Last week in Part 4 (see
Negative Boost Revisited, Part 4) we showed you exactly where negative boosts (ie flow
restrictions) existed in the EF Falcon’s intake system. And now it’s time to get
rid of as many pesky negative boost critters as possible.
But first a brief recap.
We found that the chief flow restriction is the
airbox exit – over the few centimetres between the inside of the airbox and the
outlet duct, there’s a pressure drop of 6 inches of water - that’s nearly 38 per
cent of the total intake restriction! Next up on the smelly list is the flow
restriction to the airbox intake snorkel. The air reaches the intake snorkel
through the gap between the bonnet locking platform and the leading edge of the
bonnet and this intake has a pressure drop of 3.2 inches of water. Not far
behind in terms of restriction are the dual ducts that connect the airbox to the
throttle.
In fact, just about the only things that can stay
unchanged are the airbox and filter. The above graph shows that swapping the
standard air filter element for another better flowing one would achieve almost
nothing in terms of improvement.

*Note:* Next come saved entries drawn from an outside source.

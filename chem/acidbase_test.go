package chem

import (
	"math"
	"testing"
)

func litre(c float64) Concentration { return Concentration(c) * MolePerLitre }

// TestPHPublished checks against the worked examples of OpenStax Chemistry 2e
// that METHODS d quotes (rows D04, D17, D18 of worked_examples.csv), and the
// middle of a water sample.
func TestPHPublished(t *testing.T) {
	tests := []struct {
		name   string
		mix    []Protolyte
		strong Concentration
		want   float64
		within float64
	}{
		{"pure water, pKw 13.995 (from memory, handbook)", nil, 0, 6.9975, 0.003},
		{"0.083 mol/L NaCN, OpenStax 14.4", []Protolyte{{"HCN", []float64{-math.Log10(4.9e-10)}, 0, litre(0.083)}}, litre(0.083), 11.11, 0.01},
		{"0.10 mol/L Al(H2O)6, OpenStax 14.4", []Protolyte{{"Al", []float64{-math.Log10(1.4e-5)}, 3, litre(0.1)}}, litre(-0.3), 2.92, 0.02},
		{"100 mL 1.8e-5 HCl and 1 mL 0.10 NaOH, OpenStax 14.6", nil, litre((0.1*1 - 1.8e-5*100) / 101), 10.99, 0.01},
	}
	for _, c := range tests {
		got, err := PH(c.mix, c.strong, Celsius(25))
		if err != nil || math.Abs(got-c.want) > c.within {
			t.Errorf("%s: PH = %v, %v; want %v", c.name, got, err, c.want)
		}
	}
}

// TestPKw checks the ion product of water against the values of the International
// Association for the Properties of Water and Steam at saturation, from memory.
func TestPKw(t *testing.T) {
	for celsius, want := range map[float64]float64{0: 14.945, 25: 13.995, 50: 13.275, 100: 12.265} {
		got, err := PKw(Celsius(celsius))
		if err != nil || math.Abs(got-want) > 0.02 {
			t.Errorf("PKw(%v °C) = %v, %v; want %v (from memory)", celsius, got, err, want)
		}
	}
}

// eight is a mixture of eight components with seventeen dissociation steps.
func eight() []Protolyte {
	return []Protolyte{
		{"phosphoric acid", []float64{2.16, 7.21, 12.32}, 0, litre(0.1)},
		{"carbonic acid", []float64{6.35, 10.33}, 0, litre(0.05)},
		{"acetic acid", []float64{4.76}, 0, litre(0.2)},
		{"ammonium ion", []float64{9.25}, 1, litre(0.1)},
		{"citric acid", []float64{3.13, 4.76, 6.40}, 0, litre(0.02)},
		{"boric acid", []float64{9.24}, 0, litre(0.01)},
		{"sulfurous acid", []float64{1.85, 7.2}, 0, litre(0.03)},
		{"EDTA", []float64{2.0, 2.7, 6.2, 10.3}, 0, litre(0.01)},
	}
}

func BenchmarkPHEight(b *testing.B) {
	mix := eight()
	b.ReportAllocs()
	for b.Loop() {
		if _, err := PH(mix, litre(0.25), Celsius(25)); err != nil {
			b.Fatal(err)
		}
	}
}

// TestPHAllocatesNothing keeps the solver fit for ten thousand draws.
func TestPHAllocatesNothing(t *testing.T) {
	mix := eight()
	if n := testing.AllocsPerRun(100, func() { PH(mix, litre(0.25), Celsius(25)) }); n != 0 {
		t.Errorf("PH allocates %v times", n)
	}
}

// TestLongMixtures checks that a mixture with more steps than are kept ready gives the
// same pH as one with its acids counted together.
func TestLongMixtures(t *testing.T) {
	var long []Protolyte
	for range 20 {
		long = append(long, Protolyte{"citric acid", []float64{3.13, 4.76, 6.40}, 0, litre(0.005)})
	}
	short := []Protolyte{{"citric acid", []float64{3.13, 4.76, 6.40}, 0, litre(0.1)}}
	a, err1 := PH(long, litre(0.15), Celsius(25))
	b, err2 := PH(short, litre(0.15), Celsius(25))
	if err1 != nil || err2 != nil || math.Abs(a-b) > 1e-9 {
		t.Errorf("pH %v, %v in twenty parts, %v, %v in one", a, err1, b, err2)
	}
}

After all, of the total 16 inches of water
pressure drop caused by the intake system, just 1 inch was being caused by the
filter...
The Modifications
So where to begin? We started by working backwards
from the throttle body.
Gone was this dual duct, replaced with....
...the intake duct from a BA Falcon. The BA intake
uses a single, much larger diameter tube, with a resonant chamber tee’d off it.
The connection to the throttle body is normally maintained by a spiral spring
that slips around the ruber trunking, but to improve this seal we used one of
the original hose-clamps from the EF plumbing. The BA Falcon duct cost $35 from
a wrecker.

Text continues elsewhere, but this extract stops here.